Formele bestuurlijke besluitvorming onder de Woo: memo’s van ambtenaren niet altijd achter gesloten deuren

Op 8 oktober 2025 heeft de Afdeling bestuursrechtspraak van de Raad van State uitspraak gedaan over de reikwijdte van de verplichting uit de Wet open overheid (“Woo”) voor bestuursorganen om persoonlijke beleidsopvattingen openbaar te maken in documenten die zijn opgesteld voor formele bestuurlijke besluitvorming.[1] Dit is een belangrijke uitspraak omdat de Afdeling handvatten geeft over welke informatie wel en niet in het kader van formele bestuurlijke besluitvorming openbaar moet worden gemaakt. De Afdeling legt het begrip ‘formele bestuurlijke besluitvorming’ ruim uit, terwijl de uitzondering dat ‘het kunnen voeren van intern beraad onevenredig wordt geschaad’ juist minder ruim wordt uitgelegd.

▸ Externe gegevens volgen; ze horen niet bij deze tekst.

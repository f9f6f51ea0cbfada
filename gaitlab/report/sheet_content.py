"""What the bench sheet says: tubes to cut, order of work, what gauges should show, and what to look at when it fails."""

from __future__ import annotations

import math
from dataclasses import dataclass

from gaitlab.report.pump_plot import L_MIN_ANR
from gaitlab.report.run_folder import SavedRun
from gaitlab.report.words import (
    KPA,
    MM,
    course_text,
    number,
    rechecks_text,
    reversed_text,
    source_text,
    speed_estimate,
    speed_text,
)
from gaitlab.ring.tubing import tube_lengths
from gaitlab.ring.waves import RingRun
from gaitlab.robot.circuit import FixedVacuum, Pump, PumpTable
from gaitlab.robot.records import Robot
from gaitlab.wiring.wiring import OPEN

WIRING_LETTERS = 70  # a longer wiring is left to the table
CUT_STEP_M = 0.001  # tubes are cut to the millimetre


@dataclass(frozen=True)
class TubeRow:
    """One tube: from which source to which inlet, how long, and what a gauge on it shows [Pa], [s]; nan where it rests."""

    source: int | str
    inlet: str
    length_m: float
    phase: float
    delay_s: float
    least_Pa: float
    peak_Pa: float


@dataclass(frozen=True)
class SheetContent:
    """Everything on the sheet, as rows and lines of text."""

    title: str
    subtitle: str
    tubes: tuple[TubeRow, ...]
    open_inlets: tuple[str, ...]
    bore_m: float
    expected: tuple[tuple[str, str], ...]
    orientation: tuple[str, ...]
    assembly: tuple[str, ...]
    faults: tuple[tuple[str, str], ...]


def sheet_content(run: SavedRun) -> SheetContent:
    """The sheet of the best wiring of a run."""
    robot, best = run.robot, run.best
    return SheetContent(
        title=robot.name,
        subtitle=_subtitle(run),
        tubes=tuple(row for row in tube_rows(run) if row.source != OPEN),
        open_inlets=best.wiring.inlets_on(OPEN),
        bore_m=robot.tubes.bore_m,
        expected=_expected(run),
        orientation=_orientation(run),
        assembly=_assembly(run),
        faults=_faults(run),
    )


def _subtitle(run: SavedRun) -> str:
    wiring = run.best.wiring.text()
    about = f"{run.robot_path} · {run.created} · gaitlab {run.version}"
    return f"wiring {wiring} · {about}" if len(wiring) <= WIRING_LETTERS else about


def tube_rows(run: SavedRun) -> tuple[TubeRow, ...]:
    """One row per inlet, outputs first in ring order, then what hangs on atmosphere or supply."""
    lengths = tube_lengths(run.robot)
    rows = [_tube_row(run.ring, inlet, source, lengths[inlet]) for inlet, source in run.best.wiring.pairs]
    return tuple(sorted(rows, key=lambda row: (isinstance(row.source, str), str(row.source).zfill(3), row.inlet)))


def _tube_row(ring: RingRun, inlet: str, source: int | str, length_m: float) -> TubeRow:
    cut = CUT_STEP_M * math.ceil(length_m / CUT_STEP_M - 1e-6)
    if isinstance(source, str):
        level = 0.0 if source == OPEN else ring.supply_mean_Pa
        return TubeRow(source, inlet, cut, math.nan, math.nan, level, level)
    k = source - 1
    phase = float(ring.phase[k])
    least, peak = float(ring.least_vacuum_Pa[k]), float(ring.peak_vacuum_Pa[k])
    return TubeRow(source, inlet, cut, phase, phase * ring.period_s, least, peak)


def _expected(run: SavedRun) -> tuple[tuple[str, str], ...]:
    ring, walk, estimate = run.ring, run.best.walk, speed_estimate(run)
    flow = L_MIN_ANR * ring.air_kg_per_period / ring.period_s
    facts = [
        ("Period", f"{number(ring.period_s, 2)} s ({number(60.0 / ring.period_s, 0)} per minute)"),
        ("Start-up", f"swinging within {number(ring.start_up_s)} s of vacuum on"),
        ("Supply", f"{number(ring.supply_mean_Pa / KPA)} kPa mean, {number(ring.supply_min_Pa / KPA)} kPa least"),
        ("Air drawn", f"{number(flow, 2)} L/min ANR from {_supply_text(run.robot)}"),
        (
            "Travel",
            f"{number(MM * walk.travel_m)} mm per period, ±{number(MM * walk.travel_scatter_m)} between periods",
        ),
        ("Course", course_text(walk)),
        ("Speed", speed_text(estimate)),
    ]
    if estimate is not None:
        facts.append(("Interval", estimate.basis))
        facts += [("Doubt", warning) for warning in estimate.warnings]
    if run.rechecks:
        facts.append(("Rechecks", rechecks_text(run)))
    return tuple(facts)


def _supply_text(robot: Robot) -> str:
    supply = robot.supply
    if isinstance(supply, Pump):
        flow, dead = supply.free_flow_m3_s * 60e3, supply.dead_end_vacuum_Pa / KPA
        return f"a pump of {number(flow)} L/min free, {number(dead, 0)} kPa dead end"
    if isinstance(supply, PumpTable):
        return f"a pump of {number(supply.table_flow_m3_s[0] * 60e3)} L/min free (measured curve)"
    if isinstance(supply, FixedVacuum):
        return f"a vacuum line held at {number(supply.vacuum_Pa / KPA, 0)} kPa"
    return "a syringe"


def _orientation(run: SavedRun) -> tuple[str, ...]:
    stages = run.robot.ring.stages
    order = " → ".join(str(k + 1) for k in range(stages)) if stages <= 9 else f"1 → 2 → … → {stages}"
    lines = [
        f"Mount the ring block so that its stages run {order} → 1 along the arrow on the block; mark output 1. "
        "Counted the other way round, the wave runs backwards.",
        reversed_text(run.best),
    ]
    if run.best.reversed_wiring is not None:
        lines.append(f"Reversed on purpose: {run.best.reversed_wiring.text()}.")
    return tuple(lines)


def _assembly(run: SavedRun) -> tuple[str, ...]:
    """Common practice, no source."""
    ring, robot = run.ring, run.robot
    hold = 0.5 * float(ring.peak_vacuum_Pa.max()) / KPA
    return (
        "Cut all tubes square to the lengths above and label both ends with output and inlet.",
        f"Test every bellows alone: draw to {number(hold, 0)} kPa, clamp; a gauge that falls within 10 s shows a leak.",
        f"Run the bare ring on the supply: all {robot.ring.stages} outputs must swing, faster than {number(ring.period_s, 2)} s "
        "because no bellows hang on it.",
        "Plug in the tubes in the order of the table, ring running; after each one all outputs must still swing.",
        "Put a T-piece with a gauge on each output in turn and fill in the last two columns (a slow dial shows the middle).",
        "Set it on the clean tray, let three periods pass, then time ten periods and measure the way.",
    )


def _faults(run: SavedRun) -> tuple[tuple[str, str], ...]:
    """What to check first, most frequent first: common practice, no source; numbers from this run."""
    ring = run.ring
    low, high = float(ring.least_vacuum_Pa.max()) / KPA, float(ring.peak_vacuum_Pa.min()) / KPA
    return (
        (
            "Nothing swings",
            f"manifold below {number(ring.supply_min_Pa / KPA, 0)} kPa? Look for a leak, a kinked hose, a pump too small.",
        ),
        (
            "One output rests",
            f"its valve or resistor is blocked or leaks: it should pass {number(low, 0)} to {number(high, 0)} kPa.",
        ),
        (
            "Swings, does not get on",
            "block turned end for end or two tubes exchanged: check the table row by row; then feet: clean, dry, equal.",
        ),
        (
            "Period off by over 15 %",
            "slower: leak or narrow resistor; faster: a bellows not connected, or a wider resistor.",
        ),
        (
            "One leg lazy",
            "tube kinked or too long, bellows cracked: swap its tube with a neighbour's and look what moves.",
        ),
        ("Turns or drifts", "compare bends of left and right legs at the same vacuum; check that the tray is level."),
    )


def row_text(row: TubeRow) -> tuple[str, str]:
    """From and to, as the table says it."""
    return source_text(row.source), row.inlet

Voor bestuursorganen betekent dit, kort gezegd, dat documenten ten behoeve van formele bestuurlijke besluitvorming in veel gevallen openbaar moeten worden gemaakt.  

9 October 2025

Samenvatting

Samenvatting

Achtergrond en juridisch kader

Uit artikel 5.2, eerste lid, van de Woo volgt dat persoonlijke beleidsopvattingen in documenten die zijn opgesteld ten behoeve van intern beraad niet openbaar worden gemaakt. Onder persoonlijke beleidsopvattingen worden in artikel 5.2 Woo verstaan: ambtelijke adviezen, visies, standpunten en overwegingen ten behoeve van intern beraad. Informatie zoals feiten, prognoses, beleidsalternatieven, de gevolgen van een bepaald beleidsalternatief of andere onderdelen met een overwegend objectief karakter vallen daar expliciet niet onder. Uit artikel 5.2, derde lid, van de Woo volgt de verplichting voor bestuursorganen om informatie te verstrekken over persoonlijke beleidsopvattingen uit documenten opgesteld ten behoeve van formele bestuurlijke besluitvorming. Deze verplichting geldt voor formele bestuurlijke besluitvorming door een minister, een commissaris van de Koning, Gedeputeerde Staten, een gedeputeerde, het college van burgemeester en wethouders, een burgemeester, een wethouder, het dagelijks bestuur van een waterschap of een lid van dat bestuur. 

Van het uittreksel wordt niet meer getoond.